Justo entonces, uno de los futbolistas sube a toda prisa desde el sótano, con los ojos desorbitados. Corre a la cocina, abre el grifo del fregadero al máximo y empieza a abrir como loco las puertas de los armarios.

—¡Hay un incendio abajo! —grita a los que tiene cerca.

Los demás empiezan a llenar cazos y ollas de agua, y uno por uno se precipitan por las escaleras.

Emily y Sam suben del sótano. Sam parece alterado.

—¿Qué está pasando? —pregunto.

—¡La casa se incendia!

—¿Pinta muy mal?

—¿Puede pintar bien un incendio? Y creo que lo hemos empezado nosotros. Resulta que… se nos ha caído una vela sobre una cortina.

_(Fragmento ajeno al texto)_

// parseKeyValues splits `a=1 b="x y" flag` into pairs; ok is false when
// the line is not of that form (then it is a free-text comment).
func parseKeyValues(s string) ([][2]string, bool) {
	var out [][2]string
	i := 0
	for i < len(s) {
		for i < len(s) && (s[i] == ' ' || s[i] == '\t') {
			i++
		}
		if i == len(s) {
			break
		}
		j := i
		for j < len(s) && s[j] != '=' && s[j] != ' ' && s[j] != '\t' {
			j++
		}
		key := s[i:j]
		if key == "" || !validKey(key) {
			return nil, false
		}
		if j == len(s) || s[j] != '=' {
			out = append(out, [2]string{key, "T"})
			i = j
			continue
		}
		j++ // '='
		if j < len(s) && (s[j] == '"' || s[j] == '\'' || s[j] == '{') {
			closing := s[j]
			if closing == '{' {
				closing = '}'
			}
			k := strings.IndexByte(s[j+1:], closing)
			if k < 0 {
				return nil, false
			}
			out = append(out, [2]string{key, s[j+1 : j+1+k]})
			i = j + 1 + k + 1
			continue
		}
		k := j
		for k < len(s) && s[k] != ' ' && s[k] != '\t' {
			k++
		}
		out = append(out, [2]string{key, s[j:k]})
		i = k
	}
	// Bare words only (no '=' at all) are a free-text comment.
	for _, p := range out {
		if p[1] != "T" || strings.Contains(s, p[0]+"=T") {
			return out, true
		}
	}
	return nil, false
}

func validKey(k string) bool {
	for i, r := range k {
		if !(r == '_' || r == '-' || r == '.' || (r >= 'a' && r <= 'z') || (r >= 'A' && r <= 'Z') || (i > 0 && r >= '0' && r <= '9')) {
			return false
		}
	}
	return true
}

// xyzFormat reads XYZ and extended XYZ geometry files.
var xyzFormat = Reader{
	Kind: KindXYZ, Role: RoleGeometry, Extensions: []string{".xyz", ".extxyz"}, ProvenanceRole: "geometry",
	Open: func(path string, _ any, rc *Recipe) (source, error) { return openXYZ(path, rc) },
}

type xyzSource struct {
	path    string
	f       *hashedFile // hashed as read (digest)
	r       *XYZReader
	last    *Frame // the frame of the last record (recycle)
	recipe  *Recipe
	fmts    formatSet
	columns map[string]string
	// unit holds the units named by KEY_unit= comment keys, by unit kind.
	unit map[string]string
	// unitAt says where each unit of unit is written (unitWhere).
	unitAt map[string]string
	// keyNotShort holds the comment keys ruled out of the shortest
	// round-trip class (XYZReader.notShort).
	keyNotShort map[string]bool
	colQ        map[string]string      // columnQuantity, by name
	keys        map[string]*commentKey // keyInfo, by key
	notes
}

// unitKey reads KEY_unit=UNIT, the unit of the per-atom property or
// comment key KEY (as trajvault's extended-XYZ export writes it, e.g.
// pos_unit=angstrom forces_unit="hartree bohr-1"), and reports whether
// key was one. A kind given two different units is an error: numbers are
// stored as printed, one unit per kind.
func (s *xyzSource) unitKey(fr *Frame, key, val string, col int) (bool, error) {
	base, ok := strings.CutSuffix(key, "_unit")
	if !ok {
		return false, nil
	}
	q := s.columnQuantity(base)
	if q == "" {
		q = quantity.CommentKey(base)
	}
	kind := string(quantity.UnitKind(q))
	if kind == "" {
		return false, nil
	}
	if old, ok := s.unit[kind]; ok && old != val {
		return true, &ParseError{File: s.path, Line: fr.Line + 1, Column: col, Err: detail(ErrHeader, "%s: %s is in %q here and %q before; trajvault stores numbers as printed, so one unit per kind of quantity", key, kind, val, old)}
	}
	if s.unit == nil {
		s.unit, s.unitAt = map[string]string{}, map[string]string{}
	}
	if _, ok := s.unit[kind]; !ok {
		s.unitAt[kind] = fmt.Sprintf("%s:%d:%d (%s=%s)", s.path, fr.Line+1, col, key, val)
	}
	s.unit[kind] = val
	return true, nil
}

func openXYZ(path string, rc *Recipe) (*xyzSource, error) {
	f, err := openHashed(path)
	if err != nil {
		return nil, err
	}
	s := &xyzSource{path: path, f: f, r: NewXYZReader(f, path), recipe: rc, fmts: formatSet{}, columns: map[string]string{}, keyNotShort: map[string]bool{}}
	if rc != nil && rc.Geometry != nil {
		for k, v := range rc.Geometry.Columns {
			s.columns[k] = v
		}
	}
	return s, nil
}

func (s *xyzSource) file() string                        { return s.path }
func (s *xyzSource) provides() map[string]textnum.Format { return s.fmts }
func (s *xyzSource) timeFormat() textnum.Format          { return s.fmts[quantity.TimeQ] }
func (s *xyzSource) units() map[string]string            { return s.unit }
func (s *xyzSource) unitWhere(kind string) string        { return s.unitAt[kind] }
func (s *xyzSource) hops() []hop                         { return nil }
func (s *xyzSource) close()                              { s.f.Close() }
func (s *xyzSource) digest() (provenance.Source, bool)   { return s.f.sum(s.path) }

// columnQuantity maps an extended XYZ property name to a quantity: the
// recipe's geometry columns, then the vocabulary (remembered per name:
// it is asked for every column of every frame).
func (s *xyzSource) columnQuantity(name string) string {
	if q, ok := s.colQ[name]; ok {
		return q
	}
	q, ok := s.columns[name]
	if !ok {
		q = quantity.Property(name)
	}
	if s.colQ == nil {
		s.colQ = map[string]string{}
	}
	s.colQ[name] = q
	return q
}

// commentKey is what a comment key means, worked out once per key (it
// is met on every frame).
type commentKey struct {
	q, m   string // quantity; the recipe's mapping, if mapped
	mapped bool
	amb    []quantity.Meaning // quantity.Ambiguous
	noted  bool               // its note is made
}

func (s *xyzSource) keyInfo(key string) *commentKey {
	if ki, ok := s.keys[key]; ok {
		return ki
	}
	ki := &commentKey{q: quantity.CommentKey(key), amb: quantity.Ambiguous(key)}
	if m, ok := s.columns[key]; ok {
		ki.q, ki.m, ki.mapped = m, m, true
	}
	if s.keys == nil {
		s.keys = map[string]*commentKey{}
	}
	s.keys[key] = ki
	return ki
}
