"""The Python entry points: read or build a design, analyse it, tabulate and write the results.

``import groundcalc as gc`` gives these functions and the model classes::

    design = gc.read_design("site.xlsx")        # or gc.Design(...) built in code
    res = gc.analyse(design)                    # the same pipeline as ``groundcalc run``
    res.resistance_ohm, res.max_touch_v, res.passed
    res.segments_frame(); res.raster_frame(); res.profile_frame((0, 10), (70, 10))
    gc.write_json(res, "site.json"); gc.write_report(res, "site.pdf")

:func:`analyse` runs :func:`groundcalc.analysis.analyse`, the function behind
``groundcalc run``, so every check made there applies here too. Results are
a draft for review by a licensed professional engineer.
"""

from __future__ import annotations

from collections.abc import Sequence
from dataclasses import dataclass, field
from pathlib import Path
from typing import TYPE_CHECKING, Any

import numpy as np

from . import analysis
from .errors import InputError
from .io.workbook import read_design
from .model import Design, Notice
from .surface.potential import surface_potential

if TYPE_CHECKING:
    import pandas as pd

__all__ = [
    "Results",
    "analyse",
    "compare",
    "read_design",
    "sweep",
    "write_csv",
    "write_json",
    "write_report",
    "write_results_xlsx",
]


@dataclass(frozen=True)
class Results:
    """Results of one design, as flat fields with their units (SI).

    Attributes
    ----------
    name : str
        Design name (the workbook name, or the project name for a design built in code).
    resistance_ohm : float
        Grid resistance to remote earth (method of moments). [ohm]
    decrement_factor : float
        Decrement factor Df (IEEE Std 80 Eq. 79).
    grid_current_a : float
        Grid current I_G = Df * Sf * 3I0 (IEEE Std 80 Eq. 64). [A]
    gpr_v : float
        Ground potential rise, I_G times the grid resistance. [V]
    max_touch_v : float
        Largest touch voltage in the touch area. [V]
    max_touch_xy_m : tuple of float
        Where it occurs (x, y). [m]
    max_step_v : float
        Largest step voltage, over 1 m on the surface. [V]
    max_step_start_xy_m, max_step_end_xy_m : tuple of float
        The two feet of the largest step, higher potential first. [m]
    touch_limit_v, step_limit_v : float
        Tolerable touch and step voltages applied (IEEE Std 80 Eqs. 29-33, or user-defined). [V]
    ieee80_touch_limit_v, ieee80_step_limit_v : float
        The IEEE Std 80 values, shown beside user-defined limits. [V]
    surface_layer_factor_cs : float
        Surface layer derating factor Cs (IEEE Std 80 Eq. 27; 1 without a surface layer).
    limits_basis : str
        Where the limits come from.
    touch_margin_pct, step_margin_pct : float
        (limit - computed) / limit; positive passes. [%]
    touch_ok, step_ok, conductors_ok, passed : bool
        Verdicts: touch, step, conductor sizing, and all three together.
    verdict : str
        ``"PASS"`` or ``"FAIL"``.
    governing : str
        ``"touch"`` or ``"step"``, the criterion with the smaller margin.
    sverak_resistance_ohm, schwarz_resistance_ohm, laurent_niemann_resistance_ohm : float or None
        IEEE Std 80 closed-form grid resistance, Eqs. 52, 53-56 and 51; ``None``
        when the conductors enclose no area. [ohm]
    closed_form_mesh_v, closed_form_step_v : float or None
        IEEE Std 80 mesh and step voltages Em (Eq. 80) and Es (Eq. 92). [V]
    required_conductor_area_mm2 : float or None
        Smallest conductor section that carries the fault current (IEEE Std 80 Eq. 37). [mm2]
    smallest_conductor_area_mm2 : float or None
        Smallest section used in the design. [mm2]
    segment_count : int
        Number of segments solved for.
    raster_spacing_m : float
        Surface raster spacing. [m]
    notices : tuple of Notice
        Warnings and notes about the inputs, the numerics and the result.
    pipeline : groundcalc.analysis.Results
        Everything the pipeline computed (segments, solution, raster, limits,
        closed forms), for the reports and for detailed use.
    """

    name: str
    resistance_ohm: float
    decrement_factor: float
    grid_current_a: float
    gpr_v: float
    max_touch_v: float
    max_touch_xy_m: tuple[float, float]
    max_step_v: float
    max_step_start_xy_m: tuple[float, float]
    max_step_end_xy_m: tuple[float, float]
    touch_limit_v: float
    step_limit_v: float
    ieee80_touch_limit_v: float
    ieee80_step_limit_v: float
    surface_layer_factor_cs: float
    limits_basis: str
    touch_margin_pct: float
    step_margin_pct: float
    touch_ok: bool
    step_ok: bool
    conductors_ok: bool
    passed: bool
    verdict: str
    governing: str
    sverak_resistance_ohm: float | None
    schwarz_resistance_ohm: float | None
    laurent_niemann_resistance_ohm: float | None
    closed_form_mesh_v: float | None
    closed_form_step_v: float | None
    required_conductor_area_mm2: float | None
    smallest_conductor_area_mm2: float | None
    segment_count: int
    raster_spacing_m: float
    notices: tuple[Notice, ...] = ()
    pipeline: analysis.Results | None = field(default=None, repr=False, compare=False)

    @classmethod
    def from_pipeline(cls, results: analysis.Results, name: str | None = None) -> Results:
        """The flat record of a pipeline result."""
        d = results.design
        a = results.assessment
        lim = results.limits
        cf = results.closed_form
        sz = results.sizing
        t, s = results.field.touch, results.field.step
        if name is None:
            name = Path(d.source_name).stem if d.source_name else (d.project.project or "design")
        return cls(
            name=name,
            resistance_ohm=float(results.resistance_ohm),
            decrement_factor=float(results.decrement_factor),
            grid_current_a=float(results.grid_current_a),
            gpr_v=float(results.gpr_v),
            max_touch_v=float(results.max_touch_v),
            max_touch_xy_m=(float(t.location_xy[0]), float(t.location_xy[1])),
            max_step_v=float(results.max_step_v),
            max_step_start_xy_m=(float(s.start_xy[0]), float(s.start_xy[1])),
            max_step_end_xy_m=(float(s.end_xy[0]), float(s.end_xy[1])),
            touch_limit_v=float(lim.touch_limit_v),
            step_limit_v=float(lim.step_limit_v),
            ieee80_touch_limit_v=float(lim.ieee80_touch_limit_v),
            ieee80_step_limit_v=float(lim.ieee80_step_limit_v),
            surface_layer_factor_cs=float(lim.cs),
            limits_basis=lim.basis,
            touch_margin_pct=float(a.touch_margin_pct),
            step_margin_pct=float(a.step_margin_pct),
            touch_ok=bool(a.touch_ok),
            step_ok=bool(a.step_ok),
            conductors_ok=bool(a.conductors_ok),
            passed=bool(a.passed),
            verdict="PASS" if a.passed else "FAIL",
            governing=a.governing,
            sverak_resistance_ohm=None if cf is None else float(cf.sverak_ohm),
            schwarz_resistance_ohm=None if cf is None else float(cf.schwarz_ohm),
            laurent_niemann_resistance_ohm=None if cf is None else float(cf.laurent_niemann_ohm),
            closed_form_mesh_v=None if cf is None else float(cf.mesh_voltage_v),
            closed_form_step_v=None if cf is None else float(cf.step_voltage_v),
            required_conductor_area_mm2=None if sz is None else float(sz.required_mm2),
            smallest_conductor_area_mm2=None if sz is None or not sz.items else min(i.area_mm2 for i in sz.items),
            segment_count=len(results.geometry.solution.segments),
            raster_spacing_m=float(results.field.raster.spacing_m),
            notices=tuple(results.notices),
            pipeline=results,
        )

    def _run(self) -> analysis.Results:
        if self.pipeline is None:
            raise InputError(
                "these results carry no pipeline data (they were built by hand)",
                fix="Use the Results returned by groundcalc.analyse",
            )
        return self.pipeline

    def surface_potential_v(self, xy_m: Any) -> np.ndarray:
        """Earth-surface potential against remote earth at any plan points.

        Parameters
        ----------
        xy_m : array_like, shape (2,) or (m, 2)
            Plan coordinates (x, y). [m]

        Returns
        -------
        numpy.ndarray, shape (m,)
            Surface potential at the design's GPR. [V]

        Raises
        ------
        InputError
            When the points are not pairs of finite numbers.
        """
        pts = _points(xy_m)
        run = self._run()
        return surface_potential(pts, run.geometry.solution, run.gpr_v)

    def touch_voltage_v(self, xy_m: Any) -> np.ndarray:
        """GPR minus the surface potential at plan points (the touch voltage to the grid there). [V]"""
        return self.gpr_v - self.surface_potential_v(xy_m)

    def segments_frame(self) -> pd.DataFrame:
        """Segments with their ends, lengths and leakage (:func:`groundcalc.io.frames.segments_frame`)."""
        from .io.frames import segments_frame

        return segments_frame(self._run())

    def raster_frame(self) -> pd.DataFrame:
        """The surface raster: x, y, potential and touch voltage (:func:`groundcalc.io.frames.raster_frame`)."""
        from .io.frames import raster_frame

        return raster_frame(self._run())

    def profile_frame(self, start_xy_m: Sequence[float], end_xy_m: Sequence[float], n: int = 101) -> pd.DataFrame:
        """Surface potential, touch and step voltage along a line (:func:`groundcalc.io.frames.profile_frame`)."""
        from .io.frames import profile_frame

        return profile_frame(self._run(), start_xy_m, end_xy_m, n)

    def summary_frame(self) -> pd.DataFrame:
        """The flat fields as rows of quantity, value and unit."""
        from .io.frames import summary_frame

        return summary_frame(self)

    def to_dict(self) -> dict[str, Any]:
        """The machine-readable results, as written by :func:`write_json` and ``groundcalc run --json``."""
        from .io.outputs import results_to_dict

        return results_to_dict(self._run())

Tanto Sam como Emily tienen la ropa y el pelo alborotados, y es evidente que han estado besándose. Me hago una nota mental para felicitar a Sam más tarde.

—¿Has visto a Sarah? —pregunto a Emily, y ella niega con la cabeza.

Llegan otros más subiendo por la escalera, Mark James entre ellos. Hay miedo en sus ojos. Huelo a humo por primera vez. Miro a Sam y le digo:

—Salid afuera.

Él asiente, coge a Emily de la mano y los dos salen juntos. Algunos de los demás los siguen, pero otros se quedan donde están, observando con curiosidad ebria. Un pequeño grupo se queda ahí embobado, dando palmaditas en la espalda a los futbolistas mientras estos suben y bajan por la escalera del sótano, animándoles como si todo fuera una broma.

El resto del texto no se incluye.